Rockport, Massachusetts, is one of those storybook New England fishing villages, and it’s just a little ways north of Boston. Lobster is one of the main catches, and I’d heard from a friend that it’s one of the best places in the country to get a lobster roll.
Pulling up to Rockport, I drove straight to the harbor and parked in the large lot. A red building at the breakwater was adorned with buoys, and it really set the feel for the village.
Lots of boats lay at anchor in the harbor, and lobster traps were stacked on one end. Up the coast from the harbor (a quick walk) is a sandy section of beach along another inlet full of sailing vessels.
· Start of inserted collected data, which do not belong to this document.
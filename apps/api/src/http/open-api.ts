import { OpenAPIRegistry, OpenApiGeneratorV31 } from '@asteasolutions/zod-to-openapi';
import { problem } from '@trammel/shared/problem';
import { z } from 'zod';
import type { RouteRecord } from './route.ts';

/** The API description, made from the same records that serve the requests. */
export function describeApi(routes: readonly RouteRecord[]): object {
  const registry = new OpenAPIRegistry();
  for (const route of routes) {
    registry.registerPath({
      method: route.method,
      path: `/api${route.path.replace(/:([A-Za-z]+)/g, '{$1}')}`,
      summary: route.summary,
      description: `For: ${[route.permission].flat().join(', ')}.`,
      request: {
        ...(route.params instanceof z.ZodObject && { params: route.params }),
        ...(route.query instanceof z.ZodObject && { query: route.query }),
        ...(route.body && {
          body: { content: { 'application/json': { schema: route.body } }, required: true },
        }),
        ...(route.upload && { body: { content: { 'multipart/form-data': { schema: multipart } } } }),
        headers: z.object(headersOf(route)),
      },
      responses: {
        [route.status]: answerOf(route),
        default: { description: 'A problem', content: { 'application/problem+json': { schema: problem } } },
      },
    });
  }
  return new OpenApiGeneratorV31(registry.definitions).generateDocument({
    openapi: '3.1.0',
    info: { title: 'Trammel', version: '1' },
  });
}

const multipart = z.object({ file: z.string().meta({ format: 'binary' }) });

function headersOf(route: RouteRecord): Record<string, z.ZodType> {
  return {
    ...(route.method !== 'get' && route.permission !== 'public' && { 'X-CSRF-Token': z.string() }),
    ...(route.ifMatch && { 'If-Match': z.string() }),
    ...(route.idempotent && { 'Idempotency-Key': z.string() }),
  };
}

function answerOf(route: RouteRecord) {
  if (route.response === 'nothing') return { description: 'Done' };
  if (route.response === 'stream') return { description: 'The content' };
  return { description: 'The answer', content: { 'application/json': { schema: route.response } } };
}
Much of the town extends out on a point called Bear Skin Neck, and it’s full of homes, restaurants and shops selling everything from taffy to tourist trinkets, art and more.
Bear Skin Neck got its name from a bear that was caught by the tide and killed in 1700. For 150 years, it was the commercial and shipbuilding center of Rockport, with the first dock being built on it in 1743. It was also the site of a stone fort and barracks that were taken by the British in the War of 1812.
After walking out to the tip of Bear Skin Neck and looking across the harbor area at a lighthouse on the opposite point, it was time for dinner.
We headed to a local place that served whole lobsters for $12 and lobster rolls for $14 with chips and a drink. Each lobster roll had more than one full lobster on it, and while lobster isn’t really my thing, they were pretty good.
Lobster is nothing new to the region. During colonial and early American times, it was so prevalent that it was considered cheap, and it was served to prisoners. Some prisoners in Boston threatened to riot if they had to eat lobster another day.